Thanks Dave, I did enter through Points for Shopping (learning the hard way from a previous goof). Judging by your experience, my points should start posting by the end of February to mid-March. (do you charge a comission for your advice - I hope not - I do not have many points to spare  )


----------



## the_traveler (Feb 10, 2011)

pennyk said:


> (do you charge a comission for your advice - I hope not - I do not have many points to spare  )


Yes, I do!



The penthouse suite needs to be remodeled!



(The last remodel was almost 3 months ago!



)


----------



## had8ley (Feb 10, 2011)

Just how many of the original E-Bay tix did Dave buy? I bet not too many on here remember those tix. Grabbed a Miami to LA tix for $9.99 but had to hop off in NOL. I think I got my monies worth. Don't think we'll see those days again !


----------



## coachseats (Feb 11, 2011)

had8ley said:


> Just how many of the original E-Bay tix did Dave buy? I bet not too many on here remember those tix. Grabbed a Miami to LA tix for $9.99 but had to hop off in NOL. I think I got my monies worth. Don't think we'll see those days again !


I remember those ebay tickets as well. Awesome deals. I think I went from Akron to New York on the Three Rivers RT for $40. Then later I went to Chicago for like $8 each way and once all the way out to LA for $36. I'm sure Amtrak lost money on those, but I sure wish they were still around. I remember calling to redeem and the agent (who I think was in Philadelphia) was always surprised at the low price, but then they always FedExed me the tickets via next day air, which probably cost Amtrak way more than I had bought the ticket for via ebay. And if I remember right you had the option to buy up to six or something tickets at the same low price! Those were the days... But those were also the days that I didn't have a real job, kid, or mortgage either so I was much more able to take advantage of those deals.


----------



## the_traveler (Feb 11, 2011)

had8ley said:


> Just how many of the original E-Bay tix did Dave buy? I bet not too many on here remember those tix. Grabbed a Miami to LA tix for $9.99 but had to hop off in NOL. I think I got my monies worth. Don't think we'll see those days again !
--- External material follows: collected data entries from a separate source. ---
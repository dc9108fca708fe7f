/** A problem's evidence: read whole, changed in steps. Other features change evidence only through `commitStep`. */
import { randomUUID } from 'node:crypto';
import type { Transaction } from 'sequelize';
import { applyStep } from '#shared/evidence/apply-change.ts';
import type { Evidence } from '#shared/evidence/evidence.ts';
import { evidenceChangeSchema } from '#shared/contracts/evidence-changes.ts';
import type { EvidenceChange, EvidenceStep } from '#shared/contracts/evidence-changes.ts';
import type { Task } from '#shared/contracts/teams.ts';
import type { Database } from '#server/database/database.ts';
import type { EventHub } from '#server/features/events/service.ts';
import type { ProblemPlace } from '#server/features/teams/service.ts';
import type { Actor } from '#server/middleware/actor.ts';
import { readEvidence } from './read-evidence.ts';
import { addClaimForTask } from './rows.ts';
import type { StoredEvidence } from './read-evidence.ts';

export { addClaimForTask, replaceContent } from './rows.ts';
export { storeEvidence } from './store-evidence.ts';
export { toTrial } from './read-evidence.ts';

export interface EvidenceDeps {
  readonly database: Database;
  readonly events: EventHub;
  readonly now: () => Date;
  readonly evidenceCache: EvidenceCache;
}

/** Evidence lately read, by problem: a step is applied to it instead of reading ten thousand trials again. */
export interface EvidenceCache {
  readonly held: Map<string, StoredEvidence>;
}

const MAX_HELD_PROBLEMS = 40;

export function createEvidenceCache(): EvidenceCache {
  return { held: new Map() };
}

/** One change of evidence while it is being made. */
export interface StepDraft {
  readonly transaction: Transaction;
  /** Version the evidence will have. */
  readonly version: number;
  /** Evidence as it was before this step. */
  readonly evidence: Evidence;
  readonly rowVersions: Readonly<Record<string, number>>;
  readonly at: string;
  /** Says what changes, from what; rowVersion for definitions only. */
  change(change: EvidenceChange, before: unknown, rowVersion?: number): void;
}

export interface StepRequest {
  readonly mutationId: string;
  /** What is done, in words for the audit log: "log trials of series B". */
  readonly action: string;
}

/** The whole evidence of a problem and its rows' versions. */
export async function getEvidence(deps: EvidenceDeps, problemId: string): Promise<StoredEvidence> {
  const held = deps.evidenceCache.held.get(problemId);
  if (held) return held;
  return deps.database.read(async (transaction) => {
    const stored = await readEvidence(deps.database, problemId, transaction);
    hold(deps.evidenceCache, problemId, stored);
    return stored;
  });
}

/**
 * Makes one step: in one transaction `work` writes its rows, the version grows by one and the audit event is written;
 * then every tab that watches the problem is told. Sent again with the same mutation id, the step made the first time
 * is answered and nothing is done. Without any change there is no step: the answer has the version as it stands.
 */
export async function commitStep(
  deps: EvidenceDeps,
  place: ProblemPlace,
  actor: Actor,
  request: StepRequest,
  work: (draft: StepDraft) => Promise<void>,
): Promise<EvidenceStep> {
  const made = await deps.database.write(
    async (transaction): Promise<MadeStep> => {
      const repeated = await findStep(deps, place.problem.id, { ...request, userId: actor.id }, transaction);
      if (repeated) return { step: repeated, outcome: null };
      const stored = await currentEvidence(deps, place.problem.id, transaction);
      const draft = createDraft(stored, transaction, deps.now().toISOString());
      await work(draft);
      const { changes, version } = draft;
      const { mutationId } = request;
      if (changes.length === 0) {
        return { step: { version: stored.evidence.version, changes, mutationId }, outcome: null };
      }
      await writeStep(deps, place, actor, request, draft);
      return { step: { version, changes, mutationId }, outcome: draft.outcome() };
    },
    ({ step, outcome }) => {
      if (!outcome) return;
      hold(deps.evidenceCache, place.problem.id, outcome);
      deps.events.publishStep(place, step);
      deps.events.publishStale(place, 'problems');
    },
  );
  return made.step;
}

interface MadeStep {
  readonly step: EvidenceStep;
  /** null: nothing was written. */
  readonly outcome: StoredEvidence | null;
}

/** The step of an earlier version, as it was told then. */
export async function getStep(
  deps: EvidenceDeps,
  problemId: string,
  version: number,
  transaction: Transaction,
): Promise<EvidenceStep | null> {
  return findStep(deps, problemId, { version }, transaction);
}

/** Inside the write, where nobody else writes, what is held is what is stored. */
async function currentEvidence(
  deps: EvidenceDeps,
  problemId: string,
  transaction: Transaction,
): Promise<StoredEvidence> {
  return (
    deps.evidenceCache.held.get(problemId) ?? (await readEvidence(deps.database, problemId, transaction))
  );
}

type Draft = StepDraft & {
  readonly changes: EvidenceChange[];
  readonly before: unknown[];
  outcome(): StoredEvidence;
};

function createDraft(stored: StoredEvidence, transaction: Transaction, at: string): Draft {
  const version = stored.evidence.version + 1;
  const changes: EvidenceChange[] = [];
  const before: unknown[] = [];
  const rowVersions = { ...stored.rowVersions };
  return {
    transaction,
    version,
    evidence: stored.evidence,
    rowVersions: stored.rowVersions,
    at,
    changes,
    before,
    change(change, was, rowVersion) {
      changes.push(change);
      before.push(was);
      if (rowVersion !== undefined && 'id' in change) rowVersions[change.id] = rowVersion;
      if ('id' in change && change.row === null) delete rowVersions[change.id];
    },
    outcome: () => ({ evidence: applyStep(stored.evidence, changes, version), rowVersions }),
  };
}

async function writeStep(
  deps: EvidenceDeps,
  place: ProblemPlace,
  actor: Actor,
  request: StepRequest,
  draft: Draft,
): Promise<void> {
  const { problems, auditEvents } = deps.database.models;
  await problems.update(
    { evidenceVersion: draft.version },
    { where: { id: place.problem.id }, transaction: draft.transaction },
  );
  await auditEvents.create(
    {
      teamId: place.team.id,
      problemId: place.problem.id,
      version: draft.version,
      mutationId: request.mutationId,
      userId: actor.id,
      at: draft.at,
      action: request.action,
      before: JSON.stringify(draft.before),
      changes: JSON.stringify(draft.changes),
    },
    { transaction: draft.transaction },
  );
}

async function findStep(
  deps: EvidenceDeps,
  problemId: string,
  where:
    | { readonly version: number }
    | { readonly mutationId: string; readonly action: string; readonly userId: string },
  transaction: Transaction,
): Promise<EvidenceStep | null> {
  const event = await deps.database.models.auditEvents.findOne({
    where: { problemId, ...where },
    raw: true,
    transaction,
  });
  if (!event || event.version === null) return null;
  return {
    version: event.version,
    changes: evidenceChangeSchema.array().parse(JSON.parse(event.changes)),
    mutationId: event.mutationId ?? '',
  };
}

function hold(cache: EvidenceCache, problemId: string, stored: StoredEvidence): void {
  const held = cache.held.get(problemId);
  if (held && held.evidence.version > stored.evidence.version) return;
  cache.held.delete(problemId);
  cache.held.set(problemId, stored);
  for (const oldest of cache.held.keys()) {
    if (cache.held.size <= MAX_HELD_PROBLEMS) break;
    cache.held.delete(oldest);
  }
}

/** First step of a new problem, inside the transaction that makes it: a claim for each of its tasks. */
export async function createFirstStep(
  deps: EvidenceDeps,
  place: ProblemPlace,
  actor: Actor,
  tasks: readonly Task[],
  transaction: Transaction,
): Promise<void> {
  const stored = await readEvidence(deps.database, place.problem.id, transaction);
  const draft = createDraft(stored, transaction, deps.now().toISOString());
  for (const task of tasks) await addClaimForTask(deps.database, place.problem.id, task, draft);
  await writeStep(deps, place, actor, { mutationId: randomUUID(), action: 'open the problem' }, draft);
}
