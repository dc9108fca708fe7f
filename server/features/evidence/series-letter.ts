/** Letters of series in order: A to Z, then AA to ZZ. */
const FIRST = 'A'.charCodeAt(0);

export const MAX_SERIES = 26 + 26 * 26;

/** Letter of the nth series of a problem, 1 ≤ position ≤ MAX_SERIES. */
export function letterAt(position: number): string {
  const index = position - 1;
  if (index < 26) return String.fromCharCode(FIRST + index);
  const rest = index - 26;
  return String.fromCharCode(FIRST + Math.floor(rest / 26), FIRST + (rest % 26));
}

/** The inverse of letterAt. */
export function positionOfLetter(letter: string): number {
  const [first = FIRST, second] = [...letter].map((sign) => sign.charCodeAt(0));
  if (second === undefined) return first - FIRST + 1;
  return 26 + (first - FIRST) * 26 + (second - FIRST) + 1;
}
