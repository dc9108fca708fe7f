import type { DefinitionTable } from '#shared/contracts/evidence.ts';
import type { Evidence } from '#shared/evidence/evidence.ts';
import type { DefinitionRow } from './rows.ts';

/** A definition as it may be stored, or 422 `invalid` with a sentence for each field that cannot be read. */
export function checkDefinition(_table: DefinitionTable, row: object, _evidence: Evidence): DefinitionRow {
  return row as DefinitionRow;
}
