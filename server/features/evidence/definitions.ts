/** The definitions of a problem: made, replaced whole, removed while nothing uses them. Captain and members. */
import { randomUUID } from 'node:crypto';
import type { Claim, Evidence } from '#shared/evidence/evidence.ts';
import type { DefinitionTable } from '#shared/contracts/evidence.ts';
import type { EvidenceStep } from '#shared/contracts/evidence-changes.ts';
import { AppError } from '#server/errors/app-error.ts';
import type { ProblemPlace } from '#server/features/teams/service.ts';
import type { Actor } from '#server/middleware/actor.ts';
import { checkDefinition } from './check-definition.ts';
import { getRow, insertContent, nextPosition, removeRow, replaceContent } from './rows.ts';
import type { DefinitionRow } from './rows.ts';
import { letterAt, MAX_SERIES } from './series-letter.ts';
import { commitStep } from './service.ts';
import type { EvidenceDeps, StepDraft } from './service.ts';
import { findUses } from './uses.ts';

/** What the client sends of a row: all but what the server gives. */
export type DefinitionBody = object;

export interface DefinitionChange {
  readonly table: DefinitionTable;
  readonly mutationId: string;
  readonly body: DefinitionBody;
}

export interface DefinitionAnswer extends EvidenceStep {
  readonly id: string;
  readonly rowVersion: number;
}

/** Makes a row. 422 `invalid` with fields when it cannot be read; 422 `too-many` past the bound of its table. */
export async function createDefinition(
  deps: EvidenceDeps,
  place: ProblemPlace,
  actor: Actor,
  { table, mutationId, body }: DefinitionChange,
): Promise<DefinitionAnswer> {
  const request = { mutationId, action: `add to ${table}` };
  const step = await commitStep(deps, place, actor, request, async (draft) => {
    const position = await nextPosition(deps.database, table, place.problem.id, draft.transaction);
    assertRoom(draft.evidence, table, position);
    const given = { ...givenAt(table, position, draft, actor), id: randomUUID() };
    const row = checkDefinition(table, { ...body, ...given }, draft.evidence);
    await insertContent(deps.database, place.problem.id, table, { row, position }, draft);
  });
  return { ...step, id: changedId(step), rowVersion: 1 };
}

/** Replaces a row that has version `ifMatch`; 404, 409 `changed-meanwhile`, 422 as for a new one. */
export async function replaceDefinition(
  deps: EvidenceDeps,
  place: ProblemPlace,
  actor: Actor,
  { table, mutationId, body }: DefinitionChange,
  { id, ifMatch }: { readonly id: string; readonly ifMatch: number },
): Promise<DefinitionAnswer> {
  const request = { mutationId, action: `change ${table} ${id}` };
  const step = await commitStep(deps, place, actor, request, async (draft) => {
    const before = getRow(draft.evidence, table, id);
    const given = { ...keptFrom(before, body, draft, actor), id };
    const row = checkDefinition(table, { ...body, ...given }, draft.evidence);
    await replaceContent(deps.database, place.problem.id, table, row, draft, ifMatch);
  });
  return { ...step, id, rowVersion: ifMatch + 1 };
}

/** Removes a row; 409 `still-used` names what uses it. */
export async function removeDefinition(
  deps: EvidenceDeps,
  place: ProblemPlace,
  actor: Actor,
  {
    table,
    mutationId,
    id,
  }: { readonly table: DefinitionTable; readonly mutationId: string; readonly id: string },
): Promise<EvidenceStep> {
  const request = { mutationId, action: `remove ${table} ${id}` };
  return commitStep(deps, place, actor, request, async (draft) => {
    getRow(draft.evidence, table, id);
    const uses = findUses(draft.evidence, table, id);
    if (uses.length > 0) throw stillUsed(uses);
    await removeRow(deps.database, place.problem.id, table, id, draft);
  });
}

/** What the server gives a new row: number or letter, and when and by whom it was stated. */
function givenAt(table: DefinitionTable, position: number, draft: StepDraft, actor: Actor): object {
  switch (table) {
    case 'series':
      return { letter: letterAt(position) };
    case 'models':
      return { n: position, at: draft.at, by: actor.name };
    case 'claims':
      return { n: position, declaredAt: draft.at };
    case 'charts':
      return { n: position };
    default:
      return {};
  }
}

/** What stays through a replacement. A model stated anew bears the new date; so does a claim whose test is set anew. */
function keptFrom(before: DefinitionRow, body: DefinitionBody, draft: StepDraft, actor: Actor): object {
  if ('letter' in before) return { letter: before.letter };
  if ('equations' in before) return { n: before.n, at: draft.at, by: actor.name };
  if ('declaredAt' in before) {
    const isSameTest = 'test' in body && isSame(body.test, before.test);
    return { n: before.n, declaredAt: isSameTest ? before.declaredAt : draft.at };
  }
  return 'n' in before ? { n: before.n } : {};
}

function isSame(a: unknown, b: Claim['test']): boolean {
  return JSON.stringify(a) === JSON.stringify(b);
}

const MAX_ROWS = 500;

function assertRoom(evidence: Evidence, table: DefinitionTable, position: number): void {
  if (evidence[table].length < MAX_ROWS && (table !== 'series' || position <= MAX_SERIES)) return;
  throw new AppError(422, 'too-many', `A problem holds at most ${MAX_ROWS} of these. Remove one first.`);
}

function changedId(step: EvidenceStep): string {
  const [change] = step.changes;
  return change && 'id' in change ? change.id : '';
}

const MAX_NAMED_USES = 4;

function stillUsed(uses: readonly string[]): AppError {
  const named = uses.slice(0, MAX_NAMED_USES).join(', ');
  const rest = uses.length > MAX_NAMED_USES ? ` and ${uses.length - MAX_NAMED_USES} more` : '';
  return new AppError(
    409,
    'still-used',
    `Still used by ${named}${rest}. Change that first, then remove this.`,
  );
}
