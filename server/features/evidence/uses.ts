import type { Evidence } from '#shared/evidence/evidence.ts';
import type { DefinitionTable } from '#shared/contracts/evidence.ts';

/** What in the evidence points at a row, in words ("model 2", "series B"), the row itself left out. */
export function findUses(evidence: Evidence, table: DefinitionTable, id: string): string[] {
  const others = <Row extends { readonly id: string }>(name: DefinitionTable, rows: readonly Row[]) =>
    rows.filter((row) => !(name === table && row.id === id) && mentions(row, id));
  const trials = evidence.trials.filter((trial) => mentions(trial, id));
  return [
    ...others('quantities', evidence.quantities).map(({ symbol }) => `quantity ${symbol}`),
    ...others('series', evidence.series).map(({ letter }) => `series ${letter}`),
    ...(trials.length === 0 ? [] : [trials.length === 1 ? '1 trial' : `${trials.length} trials`]),
    ...others('models', evidence.models).map(({ n }) => `model ${n}`),
    ...others('comparisons', evidence.comparisons).map(({ name }) => `comparison ${name}`),
    ...others('claims', evidence.claims).map(({ n }) => `claim ${n}`),
    ...others('charts', evidence.charts).map(({ n }) => `chart ${n}`),
  ];
}

/** Ids are unique in a problem, so a row uses another when its id stands anywhere in it, in expressions in braces. */
function mentions(value: unknown, id: string): boolean {
  if (typeof value === 'string') return value === id || value.includes(`{${id}}`);
  if (Array.isArray(value)) return value.some((part) => mentions(part, id));
  if (typeof value !== 'object' || value === null) return false;
  return Object.entries(value).some(([key, part]) => key === id || mentions(part, id));
}
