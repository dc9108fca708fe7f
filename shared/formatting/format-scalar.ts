import { formatExponent } from '#shared/units/dimension.ts';
import { unitGap, unitSigns } from '#shared/units/unit-signs.ts';
import type { Unit } from '#shared/units/unit.ts';
import { rational } from '#shared/numeric/rational.ts';
import { groupDigits } from './digit-groups.ts';
import { roundedFigures, scalarFigures, type ScalarFigures, type SiValue } from './scalar-figures.ts';
import type { Rounded, RoundingRule } from './rounded.ts';
import { requireUnit } from './unit-text.ts';

const NO_BREAK = '\u00A0';
/** What stands for a value that is not finite. */
const NOT_FINITE = 'not a number';

/**
 * Value ± uncertainty with the unit, as a report prints it: `46.4 ± 0.4 cm`, `(1.23 ± 0.04) × 10⁻⁶ m`.
 * Spaces are no-break; the minus is U+2212.
 *
 * @param scalar - in coherent SI
 * @param unit - unit to show it in, as the register has it
 * @throws RangeError when the unit is none
 * @example formatScalar({ value: 0.4637, u: 0.0039 }, 'cm', 'one or two digits') // => '46.4\u00A0±\u00A00.4\u00A0cm'
 */
export function formatScalar(scalar: SiValue, unit: string, rule: RoundingRule, morePlaces = 0): string {
  const known = requireUnit(unit);
  const figures = scalarFigures(scalar, known, rule, morePlaces);
  return figures === null ? NOT_FINITE : plusMinus(figures, known);
}

/**
 * The same of a number that was rounded already (see roundDifference).
 *
 * @throws RangeError when the unit is none
 * @example formatRounded({ value: { digits: -15n, scale: 1 }, u: { digits: 7n, scale: 1 }, places: 1 }, 'cm') // => '−1.5\u00A0±\u00A00.7\u00A0cm'
 */
export function formatRounded(rounded: Rounded, unit: string): string {
  return plusMinus(roundedFigures(rounded), requireUnit(unit));
}

/**
 * The concise form: `46.4(4) cm`, the bracket counting in the last figure.
 *
 * @throws RangeError when the unit is none
 * @example formatConcise({ value: 0.62517, u: 0.0027 }, '1', 'two digits') // => '0.6252(27)'
 */
export function formatConcise(scalar: SiValue, unit: string, rule: RoundingRule, morePlaces = 0): string {
  const known = requireUnit(unit);
  const figures = scalarFigures(scalar, known, rule, morePlaces);
  if (figures === null) return NOT_FINITE;
  const bracket = figures.lastDigits === null ? '' : `(${figures.lastDigits})`;
  return groupDigits(figures.value) + bracket + powerText(figures.power) + unitGap(known) + unitSigns(known);
}

/**
 * The value alone, still rounded by its uncertainty, with the unit: `46.4 cm`.
 *
 * @throws RangeError when the unit is none
 * @example formatValue({ value: 0.4637, u: 0.0039 }, 'cm', 'one or two digits') // => '46.4\u00A0cm'
 */
export function formatValue(scalar: SiValue, unit: string, rule: RoundingRule, morePlaces = 0): string {
  const known = requireUnit(unit);
  const bare = formatBare(scalar, unit, rule, morePlaces);
  return bare === NOT_FINITE ? bare : bare + unitGap(known) + unitSigns(known);
}

/**
 * The figures alone, for tables that have the unit in the head: `46.4`.
 *
 * @throws RangeError when the unit is none
 * @example formatBare({ value: -0.4637, u: 0.0039 }, 'cm', 'one or two digits') // => '−46.4'
 */
export function formatBare(scalar: SiValue, unit: string, rule: RoundingRule, morePlaces = 0): string {
  const figures = scalarFigures(scalar, requireUnit(unit), rule, morePlaces);
  return figures === null ? NOT_FINITE : groupDigits(figures.value) + powerText(figures.power);
}

/**
 * The uncertainty alone with the unit: `0.4 cm`; `unknown` when there is none.
 *
 * @throws RangeError when the unit is none
 * @example formatUncertainty({ value: 0.4637, u: 0.0039 }, 'cm', 'one or two digits') // => '0.4\u00A0cm'
 */
export function formatUncertainty(scalar: SiValue, unit: string, rule: RoundingRule): string {
  const known = requireUnit(unit);
  const figures = scalarFigures(scalar, known, rule);
  if (figures === null || figures.u === null) return 'unknown';
  return groupDigits(figures.u) + powerText(figures.power) + unitGap(known) + unitSigns(known);
}

function plusMinus(figures: ScalarFigures, unit: Unit): string {
  const value = groupDigits(figures.value);
  const both = figures.u === null ? value : `${value}${NO_BREAK}±${NO_BREAK}${groupDigits(figures.u)}`;
  const held = figures.u !== null && figures.power !== 0 ? `(${both})` : both;
  return held + powerText(figures.power) + unitGap(unit) + unitSigns(unit);
}

function powerText(power: number): string {
  return power === 0 ? '' : `${NO_BREAK}×${NO_BREAK}10${formatExponent(rational(BigInt(power)))}`;
}
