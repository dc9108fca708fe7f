import type { Transaction } from 'sequelize';
import type { Evidence } from '#shared/evidence/evidence.ts';
import type { DefinitionTable } from '#shared/contracts/evidence.ts';
import type { Database } from '#server/database/database.ts';
import { positionOfLetter } from './series-letter.ts';
import { DEFINITION_TABLES } from './model.ts';

/** Writes whole evidence into a problem that has none: a new problem's first claims, or the demonstration. */
export async function storeEvidence(
  database: Database,
  problemId: string,
  evidence: Evidence,
  userIdOf: (name: string) => string,
  transaction: Transaction,
): Promise<void> {
  for (const table of DEFINITION_TABLES) {
    await database.models.definitions[table].bulkCreate(
      evidence[table].map((row, index) => ({
        problemId,
        id: row.id,
        position: positionOf(row, index),
        content: JSON.stringify(row),
      })),
      { transaction },
    );
  }
  await database.models.trials.bulkCreate(
    evidence.trials.map((trial) => ({
      problemId,
      id: trial.id,
      seriesId: trial.series,
      number: trial.number,
      runOrder: trial.order,
      userId: userIdOf(trial.by),
      by: trial.by,
      at: trial.at,
      values: JSON.stringify(trial.values),
      note: trial.note ?? null,
      excluded: trial.excluded ? JSON.stringify(trial.excluded) : null,
      withdrawn: trial.withdrawn ? JSON.stringify(trial.withdrawn) : null,
      loggedVersion: evidence.version,
    })),
    { transaction },
  );
}

/** The place of a row: what it is numbered or lettered by, otherwise its order. */
function positionOf(row: Evidence[DefinitionTable][number], index: number): number {
  if ('n' in row) return row.n;
  if ('letter' in row) return positionOfLetter(row.letter);
  return index + 1;
}
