import { findGreekLetter } from './greek-letters.ts';

/** A symbol taken apart: `C_v` is C with v below it. The letter is a sign, never a Greek name. */
export interface SymbolParts {
  readonly letter: string;
  /** Words and labels stand upright below the letter; a Greek name here is given as its sign. */
  readonly sub: string | null;
}

const FORM = /^(\p{L}+)(?:_(?:\{([\p{L}\p{Nd},]+)\}|([\p{L}\p{Nd}]+)))?$/u;

/**
 * Letter and subscript of a symbol: one letter, or a Greek letter by sign or name, then an optional `_sub`.
 *
 * @returns null when the text has another form
 * @example splitSymbol('theta_max') // => { letter: 'θ', sub: 'max' }
 * @example splitSymbol('speed') // => null
 */
export function splitSymbol(symbol: string): SymbolParts | null {
  const match = FORM.exec(symbol.trim());
  if (match?.[1] === undefined) return null;
  const letter = findGreekLetter(match[1])?.sign ?? match[1];
  if ([...letter].length !== 1) return null;
  const sub = match[2] ?? match[3];
  return { letter, sub: sub === undefined ? null : (findGreekLetter(sub)?.sign ?? sub) };
}

/**
 * The one way of writing a symbol that all its spellings share; texts of another form come back as they are.
 *
 * @example symbolToText('theta_{max}') // => 'θ_max'
 * @example symbolToText('µ') // => 'μ'
 */
export function symbolToText(symbol: string): string {
  const parts = splitSymbol(symbol);
  if (parts === null) return symbol;
  return parts.sub === null ? parts.letter : `${parts.letter}_${parts.sub}`;
}

/**
 * Whether two texts name one symbol: `theta` and `θ`, `R_max` and `R_{max}`.
 *
 * @example sameSymbol('theta_0', 'ϑ_0') // => true
 */
export function sameSymbol(a: string, b: string): boolean {
  return symbolToText(a) === symbolToText(b);
}

/**
 * A symbol in LaTeX: letter in italics, subscript upright (ISO 80000-1, 7.1.2).
 *
 * @example symbolToLatex('C_v') // => 'C_{\\mathrm v}'
 * @example symbolToLatex('theta_max') // => '\\theta_{\\mathrm{max}}'
 * @example symbolToLatex('v_0') // => 'v_{0}'
 */
export function symbolToLatex(symbol: string): string {
  const parts = splitSymbol(symbol);
  if (parts === null) return `\\mathit{${symbol.replace(/[^\p{L}\p{Nd} ]/gu, '')}}`;
  const letter = findGreekLetter(parts.letter)?.latex ?? parts.letter;
  return parts.sub === null ? letter : `${letter}_{${subscript(parts.sub)}}`;
}

/**
 * A symbol in words, to be read aloud.
 *
 * @example symbolToSpeech('C_v') // => 'C sub v'
 * @example symbolToSpeech('θ') // => 'theta'
 */
export function symbolToSpeech(symbol: string): string {
  const parts = splitSymbol(symbol);
  if (parts === null) return symbol;
  const letter = spokenLetter(parts.letter);
  return parts.sub === null ? letter : `${letter} sub ${spokenLetter(parts.sub)}`;
}

/** Names that expressions keep for themselves. */
const RESERVED = new Set(['π']);

/**
 * Why a text cannot be a quantity's symbol, in a sentence; null when it can.
 *
 * @example symbolFault('C_v') // => null
 * @example symbolFault('speed') // => 'A symbol is one letter, then perhaps _ and a label. Write s_peed or choose another letter.'
 */
export function symbolFault(symbol: string): string | null {
  const trimmed = symbol.trim();
  if (trimmed === '') return 'Give it a symbol: one letter, then perhaps _ and a label, like v or v_t.';
  const parts = splitSymbol(trimmed);
  if (parts !== null) {
    return RESERVED.has(parts.letter) && parts.sub === null
      ? 'π is kept for the number 3.14159…. Choose another letter, or add a label: π_1.'
      : null;
  }
  const word = /^(\p{L})[_ ]?([\p{L}\p{Nd}]+)$/u.exec(trimmed);
  const mend =
    word === null ? 'Write it like v, v_t or θ_0.' : `Write ${word[1]}_${word[2]} or choose another letter.`;
  return `A symbol is one letter, then perhaps _ and a label. ${mend}`;
}

function subscript(sub: string): string {
  const greek = findGreekLetter(sub);
  if (greek !== null) return greek.latex;
  if (/^\d+$/u.test(sub)) return sub;
  return [...sub].length === 1 ? `\\mathrm ${sub}` : `\\mathrm{${sub}}`;
}

function spokenLetter(text: string): string {
  const greek = findGreekLetter(text);
  if (greek === null) return text;
  return greek.name === greek.name.toLowerCase() ? greek.name : `capital ${greek.name.toLowerCase()}`;
}
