import type { Transaction } from 'sequelize';
import type { Evidence, Trial } from '#shared/evidence/evidence.ts';
import type { DefinitionTable } from '#shared/contracts/evidence.ts';
import type { Database } from '#server/database/database.ts';
import { notFound } from '#server/errors/refusals.ts';
import { DEFINITION_TABLES } from './model.ts';

export interface StoredEvidence {
  readonly evidence: Evidence;
  /** Row version of every definition, by id. */
  readonly rowVersions: Readonly<Record<string, number>>;
}

/** Reads a problem's evidence as it stands in this transaction. Rows were checked when they were written. */
export async function readEvidence(
  database: Database,
  problemId: string,
  transaction: Transaction,
): Promise<StoredEvidence> {
  const { problems, trials } = database.models;
  const problem = await problems.findByPk(problemId, { raw: true, transaction });
  if (!problem) throw notFound();
  const rowVersions: Record<string, number> = {};
  const tables: Record<string, unknown[]> = {};
  for (const table of DEFINITION_TABLES) {
    tables[table] = await readDefinitions(database, table, problemId, rowVersions, transaction);
  }
  const trialRows = await trials.findAll({
    where: { problemId },
    order: [['runOrder', 'ASC']],
    raw: true,
    transaction,
  });
  const evidence = {
    version: problem.evidenceVersion,
    settings: JSON.parse(problem.settings) as Evidence['settings'],
    ...tables,
    trials: trialRows.map(toTrial),
  } as Evidence;
  return { evidence, rowVersions };
}

async function readDefinitions(
  database: Database,
  table: DefinitionTable,
  problemId: string,
  rowVersions: Record<string, number>,
  transaction: Transaction,
): Promise<unknown[]> {
  const rows = await database.models.definitions[table].findAll({
    where: { problemId, removedAt: null },
    order: [['position', 'ASC']],
    raw: true,
    transaction,
  });
  for (const { id, rowVersion } of rows) rowVersions[id] = rowVersion;
  return rows.map(({ content }) => JSON.parse(content) as unknown);
}

/** A stored trial as evidence has it. */
export interface TrialRow {
  readonly id: string;
  readonly seriesId: string;
  readonly number: number;
  readonly runOrder: number;
  readonly by: string;
  readonly at: string;
  readonly values: string;
  readonly note: string | null;
  readonly excluded: string | null;
  readonly withdrawn: string | null;
}

export function toTrial(row: TrialRow): Trial {
  return {
    id: row.id,
    number: row.number,
    series: row.seriesId,
    order: row.runOrder,
    by: row.by,
    at: row.at,
    values: JSON.parse(row.values) as Trial['values'],
    ...(row.note === null ? {} : { note: row.note }),
    ...(row.excluded === null ? {} : { excluded: JSON.parse(row.excluded) as Trial['excluded'] }),
    ...(row.withdrawn === null ? {} : { withdrawn: JSON.parse(row.withdrawn) as Trial['withdrawn'] }),
  };
}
The things I miss by sleeping (almost) all day!


----------



## pennyk (Feb 15, 2011)

My points for ebay shopping 1/7 - 1/10 just posted 2/15/11.


----------



## Duke of Anhalt-Dessau (Feb 16, 2011)

I bought a book but didn't use Paypal, and I marked my payment sent through the AGR click-though. Does it work?


----------



## the_traveler (Feb 17, 2011)

Duke of Anhalt-Dessau said:


> I bought a book but didn't use Paypal, and I marked my payment sent through the AGR click-though. Does it work?


If you initially went to Ebay thru the AGR site, you will get AGR points. But if you entered thru the Ebay site directly, you will not!

BTW: You do not have to use Paypal to earn AGR points. You just have to enter thru the Points for Shopping portal!

SMALL EDIT - If you initially entered thru a store's site directly, put thing in your "basket" then logged out and re-entered thru Points for Shopping and completed the checkout - Then you *WILL* earn AGR points!


----------